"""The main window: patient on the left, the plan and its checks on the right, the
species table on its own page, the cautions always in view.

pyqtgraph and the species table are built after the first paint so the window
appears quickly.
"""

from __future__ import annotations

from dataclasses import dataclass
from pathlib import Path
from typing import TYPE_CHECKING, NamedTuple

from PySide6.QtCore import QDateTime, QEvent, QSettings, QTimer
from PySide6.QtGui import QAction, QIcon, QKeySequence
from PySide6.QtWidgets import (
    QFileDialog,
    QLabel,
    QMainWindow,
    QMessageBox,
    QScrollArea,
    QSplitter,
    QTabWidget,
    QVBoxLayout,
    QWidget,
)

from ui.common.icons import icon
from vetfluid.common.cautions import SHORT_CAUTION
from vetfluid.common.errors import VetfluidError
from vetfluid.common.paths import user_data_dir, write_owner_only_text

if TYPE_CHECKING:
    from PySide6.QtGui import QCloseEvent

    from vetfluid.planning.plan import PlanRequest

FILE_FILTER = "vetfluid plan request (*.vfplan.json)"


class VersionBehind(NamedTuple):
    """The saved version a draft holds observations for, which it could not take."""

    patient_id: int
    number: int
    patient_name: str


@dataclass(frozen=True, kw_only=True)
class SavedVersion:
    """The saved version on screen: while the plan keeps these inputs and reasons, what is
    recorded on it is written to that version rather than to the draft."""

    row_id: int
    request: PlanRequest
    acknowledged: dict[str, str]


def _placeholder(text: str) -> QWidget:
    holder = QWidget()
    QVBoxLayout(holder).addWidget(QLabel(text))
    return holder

- _GOAL OF THE EXERCISE_
All lines from the top of the data through the line containing "saved version a" need to be retyped exactly, and nothing more.

- _YOUR RESPONSE_
"""The main window: patient on the left, the plan and its checks on the right, the
species table on its own page, the cautions always in view.

pyqtgraph and the species table are built after the first paint so the window
appears quickly.
"""

from __future__ import annotations

from dataclasses import dataclass
from pathlib import Path
from typing import TYPE_CHECKING, NamedTuple

from PySide6.QtCore import QDateTime, QEvent, QSettings, QTimer
from PySide6.QtGui import QAction, QIcon, QKeySequence
from PySide6.QtWidgets import (
    QFileDialog,
    QLabel,
    QMainWindow,
    QMessageBox,
    QScrollArea,
    QSplitter,
    QTabWidget,
    QVBoxLayout,
    QWidget,
)

from ui.common.icons import icon
from vetfluid.common.cautions import SHORT_CAUTION
from vetfluid.common.errors import VetfluidError
from vetfluid.common.paths import user_data_dir, write_owner_only_text

if TYPE_CHECKING:
    from PySide6.QtGui import QCloseEvent

    from vetfluid.planning.plan import PlanRequest

FILE_FILTER = "vetfluid plan request (*.vfplan.json)"


class VersionBehind(NamedTuple):
    """The saved version a draft holds observations for, which it could not take."""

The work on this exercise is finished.